(The task): How many lines in the listing below include the word "full"? Answer with the number and nothing else.

(Extracted information):
#[cfg(test)]
mod tests {
    use super::*;

    fn collapse(s: &str) -> String {
        s.split_whitespace().collect::<Vec<_>>().join(" ")
    }

    fn sample_pages() -> Vec<PdfPage> {
        let p = |v: &[&str]| PdfPage {
            lines: v.iter().map(|s| s.to_string()).collect(),
        };
        vec![
            p(&[
                "Procès-verbal de la séance du 3 mars — à huis clos",
                "Le maître d’œuvre a reçu « l’avis » du comité: déjà vu, voilà.",
                "“Quoted” and ‘single’ – en dash — em dash; cost $1,250.00 § 12(b)",
                "Path C:\\records\\2024 (draft) \\ back\\slash (nested (parens))",
            ]),
            p(&[
                "Page two: façade, garçon, reçu, ça va.",
                "",
                "After an empty line: élève, très, où, là-bas.",
            ]),
            p(&["Third page § 7 — final line (end) \\ done $."]),
        ]
    }

    fn round_trip(route: PdfRoute) {
        let dir = tempfile::tempdir().unwrap();
        let path = dir.path().join("round.pdf");
        let pages = sample_pages();
        write_text_pdf(&path, "Séance — test", &pages).unwrap();
        let got = extract_pages(&path, route).unwrap();
        assert_eq!(got.len(), pages.len(), "page count via {route:?}: {got:?}");
        for (i, (page, text)) in pages.iter().zip(&got).enumerate() {
            assert_eq!(
                collapse(text),
                collapse(&page.lines.join(" ")),
                "page {} via {route:?}",
                i + 1
            );
            assert!(!text.contains('\r'));
            assert!(text.lines().all(|l| !l.ends_with(' ')));
        }
    }

    fn pdftotext_present_or_skip() -> bool {
        if find_on_path("pdftotext").is_some() {
            return true;
        }
        if std::env::var("CI").is_ok_and(|v| v == "true") {
            panic!("pdftotext not installed but CI=true: install poppler-utils");
        }
        println!("pdftotext not installed; skipped");
        false
    }

    #[test]
    fn round_trip_pure_rust() {
        round_trip(PdfRoute::PureRust);
    }

    #[test]
    fn round_trip_pdftotext() {
        if !pdftotext_present_or_skip() {
            return;
        }
        assert_eq!(default_route(), PdfRoute::Pdftotext);
        round_trip(PdfRoute::Pdftotext);
    }

    fn routes() -> Vec<PdfRoute> {
        let mut r = vec![PdfRoute::PureRust];
        if find_on_path("pdftotext").is_some() {
            r.push(PdfRoute::Pdftotext);
        }
        r
    }

    #[test]
    fn unmappable_characters_are_replaced() {
        let dir = tempfile::tempdir().unwrap();
        let path = dir.path().join("map.pdf");
        let pages = vec![PdfPage {
            lines: vec!["name: \u{2588}\u{2588}\u{2588} 日本 ✓ end".to_string()],
        }];
        write_text_pdf(&path, "map", &pages).unwrap();
        for route in routes() {
            let got = extract_pages(&path, route).unwrap();
            assert_eq!(collapse(&got[0]), "name: XXX ?? ? end", "{route:?}");
        }
    }

    #[test]
    fn limits_are_enforced() {
        let dir = tempfile::tempdir().unwrap();
        let path = dir.path().join("limits.pdf");
        let full = PdfPage {
            lines: vec!["é".repeat(MAX_CHARS_PER_LINE); MAX_LINES_PER_PAGE],
        };
        write_text_pdf(&path, "full", std::slice::from_ref(&full)).unwrap();
        for route in routes() {
            let got = extract_pages(&path, route).unwrap();
            assert_eq!(got.len(), 1);
            let lines: Vec<&str> = got[0].lines().filter(|l| !l.is_empty()).collect();
            assert_eq!(lines.len(), MAX_LINES_PER_PAGE, "{route:?}");
            assert!(lines.iter().all(|l| l.trim() == full.lines[0]), "{route:?}");
        }
        let too_many = PdfPage {
            lines: vec!["x".into(); MAX_LINES_PER_PAGE + 1],
        };
        assert!(matches!(
            write_text_pdf(&path, "t", &[too_many]),
            Err(PdfError::Write(_))
        ));
        let too_long = PdfPage {
            lines: vec!["x".repeat(MAX_CHARS_PER_LINE + 1)],
        };
        assert!(matches!(
            write_text_pdf(&path, "t", &[too_long]),
            Err(PdfError::Write(_))
        ));
    }

    #[test]
    fn title_goes_into_info() {
        let dir = tempfile::tempdir().unwrap();
        let path = dir.path().join("title.pdf");
        write_text_pdf(&path, "Séance (1)", &sample_pages()).unwrap();
        let doc = Document::load(&path).unwrap();
        let info_id = doc.trailer.get(b"Info").unwrap().as_reference().unwrap();
        let info = doc.get_dictionary(info_id).unwrap();
        let title = info.get(b"Title").unwrap().as_str().unwrap();
        let units: Vec<u16> = title[2..]
            .chunks(2)
            .map(|c| u16::from_be_bytes([c[0], c[1]]))
            .collect();
        assert_eq!(String::from_utf16(&units).unwrap(), "Séance (1)");
    }

    #[test]
    fn image_only_is_no_text() {
        let dir = tempfile::tempdir().unwrap();
        let path = dir.path().join("scan.pdf");
        write_image_only_pdf(&path, 3).unwrap();
        for route in routes() {
            match extract_pages(&path, route) {
                Err(PdfError::NoText { pages: 3 }) => {}
                other => panic!("{route:?}: expected NoText {{ pages: 3 }}, got {other:?}"),
            }
        }
    }

    /// Image bytes that start like an inline image make pdf-extract 0.12.1 panic when it runs
    /// `Do` on the image as a content stream; images are blanked first, so this is NoText.
    #[test]
    fn scan_whose_bytes_look_like_operators_is_no_text() {
        let dir = tempfile::tempdir().unwrap();
        let path = dir.path().join("scan.pdf");
        write_image_only_pdf(&path, 2).unwrap();
        let mut doc = Document::load(&path).unwrap();
        for obj in doc.objects.values_mut() {
            if let Object::Stream(s) = obj
                && s.dict
                    .get(b"Subtype")
                    .is_ok_and(|n| n.as_name().is_ok_and(|n| n == b"Image"))
            {
                let mut data = b"BI /(".to_vec();
                data.resize(256, 0xAB);
                s.set_content(data);
            }
        }
        doc.save(&path).unwrap();
        for route in routes() {
            assert!(
                matches!(
                    extract_pages(&path, route),
                    Err(PdfError::NoText { pages: 2 })
                ),
                "{route:?}"
            );
        }
    }

    /// A child that outlives its limit is killed and reported as a time-out;
    /// one that finishes returns its output.
    #[test]
    fn slow_child_processes_are_stopped() {
        let mut slow = Command::new("sleep");
        slow.arg("5");
        let t = std::time::Instant::now();
        assert!(
            output_within(slow, None, std::time::Duration::from_millis(100))
                .unwrap()
                .is_none()
        );
        assert!(t.elapsed() < std::time::Duration::from_secs(4));
        let mut quick = Command::new("echo");
        quick.arg("done");
        let (status, out, _) = output_within(quick, None, std::time::Duration::from_secs(10))
            .unwrap()
            .unwrap();
        assert!(status.success());
        assert_eq!(out, b"done\n");
    }

    /// Issue 26, item 10: a library's panic message with broken bytes in
    /// it ("F1\u{FFFD}9") is cleaned and explained, not printed raw.
    #[test]
    fn an_internal_error_reads_as_a_sentence() {
        let m = stopped("text extractor", "F1\u{FFFD}9\u{7}");
        assert!(
            !m.contains('\u{FFFD}') && !m.chars().any(char::is_control),
            "{m}"
        );
        assert!(
            m.starts_with("the built-in text extractor stopped on an internal error")
                && m.contains("\u{201C}F1?9?\u{201D}"),
            "{m}"
        );
    }

    /// A page tree without /MediaBox makes pdf-extract panic (`expect("MediaBox")`): the panic
    /// is caught, silenced and reported as Corrupt. (poppler assumes Letter and reads it.)
    #[test]
    fn extractor_panic_is_corrupt() {
        let dir = tempfile::tempdir().unwrap();
        let path = dir.path().join("nobox.pdf");
        write_text_pdf(&path, "t", &sample_pages()).unwrap();
        remove_media_box(&path);
        match extract_pages(&path, PdfRoute::PureRust) {
            Err(PdfError::Corrupt(reason)) => assert!(
                reason.contains("stopped on an internal error") && reason.contains("MediaBox"),
                "{reason}"
            ),
            other => panic!("expected Corrupt, got {other:?}"),
        }
        if routes().contains(&PdfRoute::Pdftotext) {
            assert_eq!(extract_pages(&path, PdfRoute::Pdftotext).unwrap().len(), 3);
        }
    }

    #[test]
    fn zero_pages_is_no_pages() {
        let dir = tempfile::tempdir().unwrap();
        let path = dir.path().join("empty.pdf");
        write_text_pdf(&path, "nothing", &[]).unwrap();
        for route in routes() {
            assert!(
                matches!(extract_pages(&path, route), Err(PdfError::NoPages)),
                "{route:?}"
            );
        }
    }

    #[test]
    fn blank_page_among_text_pages_is_empty_string() {
        let dir = tempfile::tempdir().unwrap();
        let path = dir.path().join("blank.pdf");
        let pages = vec![
            PdfPage {
                lines: vec!["first".into()],
            },
            PdfPage {
                lines: vec!["   ".into()],
            },
            PdfPage {
                lines: vec!["third".into()],
            },
        ];
        write_text_pdf(&path, "blank", &pages).unwrap();
        for route in routes() {
            let got = extract_pages(&path, route).unwrap();
            assert_eq!(got.len(), 3, "{route:?}");
            assert_eq!(got[1], "", "{route:?}");
            assert_eq!(got[0].trim(), "first", "{route:?}");
            assert_eq!(got[2].trim(), "third", "{route:?}");
        }
    }

    #[test]
    fn password_protected_is_encrypted() {
        let dir = tempfile::tempdir().unwrap();
        let path = dir.path().join("locked.pdf");
        write_password_protected_pdf(&path).unwrap();
        let doc = Document::load(&path).unwrap();
        let enc = doc.get_encrypted().unwrap();
        assert_eq!(enc.get(b"V").unwrap().as_i64().unwrap(), 1);
        assert_eq!(enc.get(b"R").unwrap().as_i64().unwrap(), 2);
        assert_eq!(enc.get(b"Filter").unwrap().as_name().unwrap(), b"Standard");
        assert!(doc.authenticate_password("").is_err());
        assert!(doc.authenticate_password("onrecord-user").is_ok());
        for route in [PdfRoute::PureRust, PdfRoute::Pdftotext] {
            assert!(
                matches!(extract_pages(&path, route), Err(PdfError::Encrypted)),
                "{route:?}"
            );
        }
    }

    #[test]
    fn empty_password_encryption_is_read_normally() {
        use lopdf::encryption::{EncryptionState, EncryptionVersion, Permissions};
        let dir = tempfile::tempdir().unwrap();
        let plain = dir.path().join("plain.pdf");
        write_text_pdf(&plain, "open", &sample_pages()).unwrap();
        let mut doc = Document::load(&plain).unwrap();
        let id = Object::String(b"0123456789abcdef".to_vec(), StringFormat::Hexadecimal);
        doc.trailer.set("ID", Object::Array(vec![id.clone(), id]));
        let state = EncryptionState::try_from(EncryptionVersion::V1 {
            document: &doc,
            owner_password: "owner",
            user_password: "",
            permissions: Permissions::all(),
        })
        .unwrap();
        doc.encrypt(&state).unwrap();
        let path = dir.path().join("open.pdf");
        doc.save(&path).unwrap();
        for route in routes() {
            let got = extract_pages(&path, route).unwrap();
            assert_eq!(got.len(), 3, "{route:?}");
            assert!(collapse(&got[0]).starts_with("Procès-verbal"), "{route:?}");
        }
    }

    fn assert_corrupt(path: &Path) {
        // The Pdftotext route is listed even when the binary is absent: the lopdf check
        // runs first and must decide.
        for route in [PdfRoute::PureRust, PdfRoute::Pdftotext] {
            match extract_pages(path, route) {
                Err(PdfError::Corrupt(reason)) => {
                    assert!(!reason.is_empty() && reason.len() < 200, "{reason}")
                }
                other => panic!("{route:?}: expected Corrupt, got {other:?}"),
            }
        }
    }

    #[test]
    fn truncated_file_is_corrupt() {
        let dir = tempfile::tempdir().unwrap();
        let good = dir.path().join("good.pdf");
        write_text_pdf(&good, "t", &sample_pages()).unwrap();
        let bytes = std::fs::read(&good).unwrap();
        for cut in [bytes.len() / 2, bytes.len() - 40, 20] {
            let path = dir.path().join(format!("cut{cut}.pdf"));
            std::fs::write(&path, &bytes[..cut]).unwrap();
            assert_corrupt(&path);
        }
    }

    #[test]
    fn random_bytes_are_corrupt() {
        let dir = tempfile::tempdir().unwrap();
        let mut x: u64 = 0x9E37_79B9_7F4A_7C15;
        let bytes: Vec<u8> = (0..4096)
            .map(|_| {
                x ^= x << 13;
                x ^= x >> 7;
                x ^= x << 17;
                (x >> 24) as u8
            })
            .collect();
        let path = dir.path().join("random.pdf");
        std::fs::write(&path, &bytes).unwrap();
        assert_corrupt(&path);
        let mut with_header = b"%PDF-1.4\n".to_vec();
        with_header.extend_from_slice(&bytes);
        std::fs::write(&path, &with_header).unwrap();
        assert_corrupt(&path);
    }

    #[test]
    fn text_file_named_pdf_is_corrupt() {
        let dir = tempfile::tempdir().unwrap();
        let path = dir.path().join("notes.pdf");
        std::fs::write(&path, "Minutes of the meeting\nNot a PDF at all.\n").unwrap();
        assert_corrupt(&path);
    }

    #[test]
    fn zero_byte_file_is_corrupt() {
        let dir = tempfile::tempdir().unwrap();
        let path = dir.path().join("zero.pdf");
        std::fs::write(&path, b"").unwrap();
        assert_corrupt(&path);
    }

    #[test]
    fn missing_file_is_io() {
        let dir = tempfile::tempdir().unwrap();
        let path = dir.path().join("absent.pdf");
        assert!(matches!(
            extract_pages(&path, PdfRoute::PureRust),
            Err(PdfError::Io(_))
        ));
    }

    #[test]
    fn quietly_catches_and_restores() {
        let r: Result<(), String> = quietly(|| panic!("boom {}", 1));
        assert_eq!(r.unwrap_err(), "boom 1");
        assert_eq!(quietly(|| 7).unwrap(), 7);
    }

    #[test]
    fn normalize_rules() {
        assert_eq!(normalize_page("a  \r\nb\t\n  \n"), "a\nb\n\n");
        assert_eq!(normalize_page(" \n\t\n"), "");
        assert_eq!(normalize_page("x-\ny"), "x-\ny");
    }
}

(Written answer): 3